New knowledge about the genetic architecture underlying febrile seizures in young children

An international team of scientists under the leadership of senior researcher Bjarke Feenstra from the Danish Statens Serum Institut (SSI) has taken a serious first step towards mapping the genetic background of febrile seizures in young children.

This is the world’s biggest scientific study of febrile seizures to date. Febrile seizures affect around 4% of young children – typically between the ages of six months and five years.

The study was recently published in the scientific journal Brain.

The project is based on extensive analyses of the DNA profiles of more than 90,000 individuals, and the mapping work and analyses were mainly carried out by researchers from Denmark and Australia.

The data on febrile seizures collected from these individuals come primarily from the Danish National Patient Registry.

‘Every single sample was tested for the seven million genetic variants that may be relevant to febrile seizures in young children. The analyses have given us new knowledge about the genetic architecture underlying febrile seizures. What’s more, we gained new knowledge about genetic factors that seem to affect both febrile seizures and epilepsy,’ says Bjarke Feenstra, whose research is funded by a Lundbeck Foundation Ascending Investigators grant.

A parent’s nightmare

Any parent who has seen their young child have a febrile seizure will tell you it is something they will never forget – these seizures are quite alarming to observe.

The preliminary stage is almost banal: the child is in bed with a common fever, probably fairly lethargic and with a relatively high temperature but otherwise with apparently no specific symptoms.

However, as many parents know, things can change dramatically in the space of no time.

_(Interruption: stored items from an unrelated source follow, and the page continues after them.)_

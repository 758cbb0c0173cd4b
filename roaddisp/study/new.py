"""A small study to start from: an invented place with invented data that run as they are."""

from __future__ import annotations

import json
import math
from datetime import datetime, timedelta
from pathlib import Path
from typing import Final

from roaddisp.errors import OutputError

_NOTE: Final = "All data in this file are invented; the place does not exist. Replace them."
_DAYS: Final = 14
_WEST, _SOUTH = -104.62, 40.91

_SETTINGS: Final = f"""\
# {_NOTE}
# `roaddisp inputs` describes every key and every column.

[study]
title = "A first study (all data invented)"
timezone = "America/Denver"
terrain = "open"
reference = "25 C"

[roads]
file = "roads.geojson"
columns = {{ speed = "speed_limit [mph]", width = "width [ft]", heavy_share = "trucks [%]" }}

[traffic]
profiles = "profiles.csv"

[fleet]
factors = "factors.csv"

[weather]
file = "weather.csv"
clock = "standard"
anemometer_height = "10 m"
calms = "both"

[air]
file = "air.csv"
clock = "standard"

[receptors]
points = "receptors.csv"
grid = {{ spacing = "50 m", within = "200 m" }}
height = "1.5 m"

[conversion]
method = "ozone-limited"

[dispersion]
curves = "briggs"

[standards]
use = ["us-naaqs-1h", "us-naaqs-annual"]

[outputs]
hourly = ["classroom"]

# A scenario overrides any key above; take the # away to try it.
# [scenario.fewer-trucks]
# roads.columns = {{ speed = "speed_limit [mph]", width = "width [ft]", heavy_share = "fewer [%]" }}
"""

_FACTORS: Final = """\
vehicle_class,speed [km/h],nox [g/km],no2_fraction
car,20,0.42,0.20
car,50,0.30,0.20
car,90,0.26,0.20
car,120,0.34,0.20
articulated_truck,20,4.6,0.10
articulated_truck,50,2.9,0.10
articulated_truck,90,2.1,0.10
articulated_truck,120,2.2,0.10
"""

_RECEPTORS: Final = (
    ("classroom", "school", "classroom", 0.0122, 0.0090),
    ("playground", "school", "playground", 0.0119, 0.0083),
    ("home", "", "home", 0.0060, 0.0095),
    ("bus-stop", "", "roadside", 0.0151, 0.0104),
)


def new_study(folder: str | Path) -> tuple[Path, ...]:
    """Write a small study that runs as it is.

    Parameters
    ----------
    folder : str or Path
        New, or empty.

    Returns
    -------
    tuple of Path
        The files written, ``study.toml`` first.

    Raises
    ------
    OutputError
        Where the folder holds something, or cannot be written.

    Examples
    --------
    >>> import tempfile
    >>> with tempfile.TemporaryDirectory() as folder:
    ...     print(new_study(folder)[0].name)
    study.toml
    """
    path = Path(folder)
    files = {
        "study.toml": _SETTINGS,
        "roads.geojson": _roads(),
        "profiles.csv": _noted(_profiles()),
        "factors.csv": _noted(_FACTORS),
        "weather.csv": _noted(_weather()),
        "air.csv": _noted(_air()),
        "receptors.csv": _noted(_receptors()),
    }
    try:
        if path.exists() and (not path.is_dir() or any(path.iterdir())):
            raise OutputError(f"{path} holds something already; name a new or an empty folder")
        path.mkdir(parents=True, exist_ok=True)
        for name, text in files.items():
            (path / name).write_text(text, encoding="utf-8", newline="\n")
    except OSError as error:
        if isinstance(error, OutputError):
            raise
        raise OutputError(f"{path} cannot be written ({error.strerror})") from error
    return tuple(path / name for name in files)


def _noted(text: str) -> str:
    return f"# {_NOTE}\n{text}"


def _roads() -> str:
    def feature(link: str, line: list[tuple[float, float]], **columns: object) -> dict[str, object]:
        places = [[round(_WEST + x, 6), round(_SOUTH + y, 6)] for x, y in line]
        return {
            "type": "Feature",
            "properties": {"link": link, **columns},
            "geometry": {"type": "LineString", "coordinates": places},
        }

    parkway = [(0.0, 0.0080), (0.0100, 0.0074), (0.0240, 0.0072)]
    avenue = [(0.0150, 0.0073), (0.0153, 0.0110), (0.0150, 0.0160)]
    layer = {
        "type": "FeatureCollection",
        "note": _NOTE,
        "features": [
            feature(
                "parkway",
                parkway,
                name="Sorrel Parkway",
                aadt=42000,
                speed_limit=50,
                width=72,
                trucks=8,
                fewer=4,
            ),
            feature(
                "avenue",
                avenue,
                name="Teasel Avenue",
                aadt=11000,
                speed_limit=30,
                width=40,
                trucks=4,
                fewer=4,
            ),
        ],
    }
    return json.dumps(layer, indent=1) + "\n"


def _profiles() -> str:
    rows = ["profile,day_type,hour,share,day_factor"]
    for day, factor, peaks in (
        ("weekday", 1.06, ((8, 1.0), (17, 1.2))),
        ("saturday", 0.92, ((13, 1.0),)),
        ("sunday", 0.78, ((14, 1.0),)),
    ):
        raw = [
            0.12
            + 0.8 * math.exp(-(((hour - 13.0) / 5.0) ** 2))
            + sum(size * math.exp(-(((hour - at) / 1.4) ** 2)) for at, size in peaks)
            for hour in range(24)
        ]
        shares = [round(value / sum(raw), 5) for value in raw]
        shares[3] = round(shares[3] + 1.0 - sum(shares), 5)
        rows += [f"town,{day},{hour},{share:.5f},{factor}" for hour, share in enumerate(shares)]
    return "\n".join(rows) + "\n"


def _hours() -> list[tuple[str, int, float]]:
    start = datetime(2024, 3, 4)  # noqa: DTZ001
    return [
        ((start + timedelta(hours=n)).isoformat(timespec="minutes"), n % 24, n / 24.0)
        for n in range(24 * _DAYS)
    ]


def _weather() -> str:
    rows = [
        "time,wind_from [deg],wind_speed [m/s],temperature [degC],cloud [tenths],ceiling [ft],"
        "pressure [hPa]"
    ]
    for time, hour, day in _hours():
        sun = math.sin(math.pi * (hour - 6) / 12.0)
        swing = 60.0 * math.sin(2 * math.pi * day / 4.3) + 25.0 * math.sin(2.4 * hour + day)
        wind_from = round((190.0 + swing) % 360.0 / 10.0) * 10 % 360
        speed = 2.6 + 1.7 * max(sun, 0.0) + 1.5 * math.sin(2 * math.pi * day / 5.1)
        speed = max(round(speed + 0.8 * math.sin(3.7 * hour + 2.1 * day), 1), 0.0)
        cloud = round(5.0 + 5.0 * math.sin(2 * math.pi * day / 3.2))
        ceiling = f"{3000 + 400 * (hour % 12)}" if cloud >= 5 else ""
        temperature = round(6.0 + 7.0 * sun + 4.0 * math.sin(2 * math.pi * day / 9.0), 1)
        pressure = round(842.0 + 5.0 * math.sin(2 * math.pi * day / 6.0), 1)
        rows.append(f"{time},{wind_from},{speed},{temperature},{cloud},{ceiling},{pressure}")
    return "\n".join(rows) + "\n"


def _air() -> str:
    rows = ["time,o3 [ppb],no2 [ppb]"]
    for time, hour, day in _hours():
        slow = math.sin(2 * math.pi * day / 5.1)
        ozone = 31.0 - 14.0 * math.cos(2 * math.pi * (hour - 3.5) / 24.0) + 5.0 * slow
        no2 = 10.0 + 5.0 * math.cos(2 * math.pi * (hour - 7.0) / 12.0) - 3.0 * slow
        rows.append(f"{time},{ozone:.1f},{no2:.1f}")
    return "\n".join(rows) + "\n"


def _receptors() -> str:
    rows = ["receptor,site,kind,longitude,latitude"]
    for name, site, kind, x, y in _RECEPTORS:
        rows.append(f"{name},{site},{kind},{_WEST + x:.6f},{_SOUTH + y:.6f}")
    return "\n".join(rows) + "\n"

The child’s body goes stiff – rigid and almost locked. Breathing becomes heavy, the skin becomes pale or even bluish, the head lolls backwards and the arms and legs twitch. And it can be difficult to communicate with the child.

Swift action is essential, and the child must be taken to hospital for further examination without delay! Although it may look dramatic and extremely serious while the seizure is ongoing, in the great majority of cases, the story ends happily – and the child makes a full recovery.

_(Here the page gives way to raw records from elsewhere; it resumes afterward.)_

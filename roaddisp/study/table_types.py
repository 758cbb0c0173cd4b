"""What a table of a study is made of: columns, and the words some of them choose from."""

from __future__ import annotations

from dataclasses import dataclass
from typing import Final

from roaddisp.traffic.fleet import HEAVY_CLASSES

LAYER: Final = "GeoPackage, GeoJSON, Shapefile or FlatGeobuf"
"""The forms a vector layer may have."""

DAY_TYPES: Final = ("weekday", "saturday", "sunday")
LIGHT_CLASSES: Final = ("car", "van", "motorcycle")
CLASSES: Final = (*LIGHT_CLASSES, *HEAVY_CLASSES)


@dataclass(frozen=True)
class Column:
    """One column of a table.

    Attributes
    ----------
    quantity : str
        A quantity of `roaddisp.quantities`, or ``id``, ``text``, ``time``,
        ``number``, ``integer``.
    low, high : float, in the unit kept inside
    choices : tuple of str
        The words allowed, for a text; empty for any.
    empty : str
        What an empty cell (or a column left out) means; without it an empty
        cell is an error.
    later : bool
        A column of the contract that this version refuses where it is not zero.
    """

    name: str
    meaning: str
    quantity: str
    required: bool = False
    low: float | None = None
    high: float | None = None
    choices: tuple[str, ...] = ()
    empty: str = ""
    later: bool = False


@dataclass(frozen=True)
class Table:
    """One kind of file: its columns, and whether it is a CSV or a vector layer."""

    name: str
    meaning: str
    forms: str
    columns: tuple[Column, ...]
    geometry: str = ""

    def column(self, name: str) -> Column:
        """Find a column by our name."""
        return next(column for column in self.columns if column.name == name)

    @property
    def names(self) -> tuple[str, ...]:
        """Our names of its columns."""
        return tuple(column.name for column in self.columns)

There are many unanswered questions when it comes to febrile seizures in young children, one of the obvious ones being: why do around 4% of children in Denmark and a great many other countries suffer from febrile seizures, while 96% remain unaffected?

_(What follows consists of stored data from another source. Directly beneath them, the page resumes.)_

"""What each table of a study may hold: columns, meaning, units, ranges.

Readers check by these lists and ``roaddisp inputs`` prints them, so that the
one cannot say what the other does not do.
"""

from __future__ import annotations

from typing import Final

from roaddisp.standards.rules import KINDS
from roaddisp.study.table_types import LAYER, Column, Table
from roaddisp.study.traffic_columns import COUNTS, FACTORS, MIX, PROFILES, ROADS

WEATHER: Final = Table(
    "weather",
    "hours of a station, in the order of time; gaps are missing hours",
    "CSV",
    (
        Column("time", "beginning of the hour (end, with hour_ending)", "time", required=True),
        Column(
            "wind_from",
            "direction the wind comes from, clockwise from north",
            "angle",
            required=True,
            low=0,
            high=360,
            empty="missing; calm where the speed is below 1 m/s",
        ),
        Column(
            "wind_speed",
            "at anemometer_height",
            "speed",
            required=True,
            low=0,
            high=75,
            empty="a missing hour",
        ),
        Column(
            "temperature",
            "of the air",
            "temperature",
            required=True,
            low=180,
            high=340,
            empty="missing",
        ),
        Column(
            "stability",
            "class by Pasquill; this, or cloud",
            "text",
            choices=tuple("ABCDEF"),
            empty="a missing hour",
        ),
        Column(
            "cloud",
            "amount of cloud, opaque where reported; for Turner's classes",
            "cloud",
            low=0,
            high=10,
            empty="a missing hour",
        ),
        Column(
            "ceiling",
            "height of the cloud base above ground, beside cloud",
            "length",
            low=0,
            high=30_000,
            empty="no ceiling",
        ),
        Column(
            "mixing_height",
            "height of the lid above ground",
            "length",
            low=1,
            high=20_000,
            empty="no lid",
        ),
        Column("pressure", "at the station", "pressure", low=50_000, high=110_000, empty="missing"),
        Column(
            "solar",
            "global radiation; for classes by radiation",
            "radiation",
            low=0,
            high=1500,
            empty="missing",
            later=True,
        ),
        Column(
            "temperature_difference",
            "between two heights",
            "temperature",
            empty="missing",
            later=True,
        ),
        Column(
            "sigma_theta",
            "standard deviation of wind direction",
            "angle",
            empty="missing",
            later=True,
        ),
    ),
)

AIR: Final = Table(
    "air",
    "hours of a monitor away from the roads of the study",
    "CSV",
    (
        Column("time", "beginning of the hour (end, with hour_ending)", "time", required=True),
        Column(
            "o3", "ozone", "concentration", required=True, low=-5, high=1000, empty="a missing hour"
        ),
        Column(
            "no2",
            "nitrogen dioxide",
            "concentration",
            required=True,
            low=-5,
            high=2000,
            empty="a missing hour",
        ),
        Column("no", "nitric oxide", "concentration", low=-5, high=5000, empty="missing"),
        Column(
            "nox",
            "nitrogen oxides (in ug/m3: as NO2); NO is then nox less no2",
            "concentration",
            low=-5,
            high=5000,
            empty="missing",
        ),
    ),
)

_RECEPTOR_COLUMNS: Final = (
    Column("receptor", "id of the receptor, unique", "id", required=True),
    Column("site", "site it belongs to", "text", empty="none"),
    Column(
        "kind",
        "what it stands for; it decides which standards judge it",
        "text",
        choices=KINDS,
        empty="none: every health standard judges it",
    ),
    Column("height", "above ground", "length", low=0, high=500, empty="[receptors] height"),
)

POINTS: Final = Table(
    "points",
    "receptors, one a row or feature",
    f"{LAYER}, or CSV",
    (
        *_RECEPTOR_COLUMNS,
        Column("x", "easting in the study CRS (in a CSV)", "length", empty="only beside longitude"),
        Column("y", "northing in the study CRS (in a CSV)", "length", empty="only beside latitude"),
        Column(
            "longitude",
            "WGS 84, decimal degrees (in a CSV)",
            "number",
            low=-180,
            high=180,
            empty="only beside x",
        ),
        Column(
            "latitude",
            "WGS 84, decimal degrees (in a CSV)",
            "number",
            low=-90,
            high=90,
            empty="only beside y",
        ),
    ),
    "Point",
)

SITES: Final = Table(
    "sites",
    "polygons that receive receptors on their outline and inside",
    LAYER,
    (
        Column(
            "site", "name of the site, unique; receptors are named <site>-<n>", "id", required=True
        ),
        Column(
            "kind",
            "kind of its receptors",
            "text",
            choices=KINDS,
            empty="none: every health standard judges them",
        ),
    ),
    "Polygon or MultiPolygon",
)

TABLES: Final = {
    "roads": {"file": ROADS},
    "traffic": {"profiles": PROFILES, "counts": COUNTS},
    "fleet": {"mix": MIX, "factors": FACTORS},
    "weather": {"file": WEATHER},
    "air": {"file": AIR},
    "receptors": {"points": POINTS, "sites": SITES},
}
"""By section of study.toml and the key that names the file."""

And why do around 7% of the affected children develop epilepsy in later life?

Genetic links

By studying the many DNA profiles, the research team have so far identified seven loci in human DNA in which genetic variants possibly linked to febrile seizures may occur. Bjarke Feenstra explains:

‘We’d already identified four of these loci, so we’re now up to 11. We can say that – in all probability – they play a part in the development of febrile seizures. But we’re not yet sure how it’s all connected. This is one of the things we’ll now be studying.’

According to Bjarke Feenstra, if we take a closer look at the 11 loci, a picture begins to emerge of a certain genetic link between febrile seizures and epilepsy.

‘We can see that three of the 11 loci also contain well-known epilepsy genes. So febrile seizures and epilepsy seem to have a common genetic denominator – and we’ll also be investigating this in more depth.’

One of the things they will do will be to study the genetics of a large number of adults who suffered from febrile seizures while growing up.

‘Some of these people will have developed epilepsy in later life; others won’t have experienced the disorder at all. The question is whether we can identify genetic differences between the two groups which would help explain why this is the case.’

The researchers will also be studying a genetic variant which seems to play a role in causing fever in humans and other mammals in general. Bjarke Feenstra explains:

‘This variant is found close to the PTGER3 gene which, in experiments on mice, has proven to be key to the ability to develop a fever. The researchers who conducted the experiment were able to see this when they used genetic engineering to switch off this gene in the mice. When they then exposed them to infection, these mice were unable to develop a fever. We now want to look more closely at PTGER3 to gain a better understanding of the way in which small genetic differences in humans may help control the body’s fever response.’